def test_van_loan_long_gap_stays_finite_and_exact() -> None:
    # A 4 s gap on the cell (ζ·ωn·dt ≈ 480): the block matrix would overflow. Checks:
    # Φ against scipy.linalg.expm; the force state is a random walk, so its variance
    # after dt is q·dt exactly (closed form); and the whole Qd against adaptive
    # quadrature of its defining integral (scipy.integrate.quad_vec).
    A, L = cell_force_model(CELL)
    q, dt = 3e-3, 4.0
    with np.errstate(all="raise"):
        phi, Qd = van_loan(A, L, q, dt)
    assert np.all(np.isfinite(Qd))
    np.testing.assert_allclose(phi, scipy.linalg.expm(A * dt), rtol=1e-9, atol=1e-14)
    assert Qd[2, 2] == pytest.approx(q * dt, rel=1e-12)

    def integrand(tau: float) -> np.ndarray:
        v = scipy.linalg.expm(A * tau) @ L
        return q * (v @ v.T)

    # The cell states forget their start within ~0.05 s (1/(ζ·ωn) ≈ 8 ms), so the
    # quadrature over [0, dt] is split where the integrand changes character.
    Qi = sum(
        scipy.integrate.quad_vec(integrand, a, b, epsabs=0.0, epsrel=1e-10)[0]
        for a, b in ((0.0, 0.05), (0.05, 0.5), (0.5, dt))
    )
    scale = np.sqrt(np.outer(np.diag(Qi), np.diag(Qi)))
    assert np.max(np.abs(Qd - Qi) / scale) < 1e-8  # quadrature tolerance


def test_van_loan_refuses_bad_step() -> None:
    with pytest.raises(ParameterError, match="dt_s"):
        van_loan(np.zeros((2, 2)), np.ones(2), 1.0, 0.0)


# --------------------------------------------------------------- switching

------------------------------------------------

**Work required:** Using the records above, copy exactly the lines from the one containing "phi, Qd = van_loan(A, L, q, dt)" through the last, inclusive, and nothing else.

**Result of this exercise:**
        phi, Qd = van_loan(A, L, q, dt)
    assert np.all(np.isfinite(Qd))
    np.testing.assert_allclose(phi, scipy.linalg.expm(A * dt), rtol=1e-9, atol=1e-14)
    assert Qd[2, 2] == pytest.approx(q * dt, rel=1e-12)

    def integrand(tau: float) -> np.ndarray:
        v = scipy.linalg.expm(A * tau) @ L
        return q * (v @ v.T)

    # The cell states forget their start within ~0.05 s (1/(ζ·ωn) ≈ 8 ms), so the
    # quadrature over [0, dt] is split where the integrand changes character.
    Qi = sum(
        scipy.integrate.quad_vec(integrand, a, b, epsabs=0.0, epsrel=1e-10)[0]
        for a, b in ((0.0, 0.05), (0.05, 0.5), (0.5, dt))
    )
    scale = np.sqrt(np.outer(np.diag(Qi), np.diag(Qi)))
    assert np.max(np.abs(Qd - Qi) / scale) < 1e-8  # quadrature tolerance


def test_van_loan_refuses_bad_step() -> None:
    with pytest.raises(ParameterError, match="dt_s"):
        van_loan(np.zeros((2, 2)), np.ones(2), 1.0, 0.0)


# --------------------------------------------------------------- switching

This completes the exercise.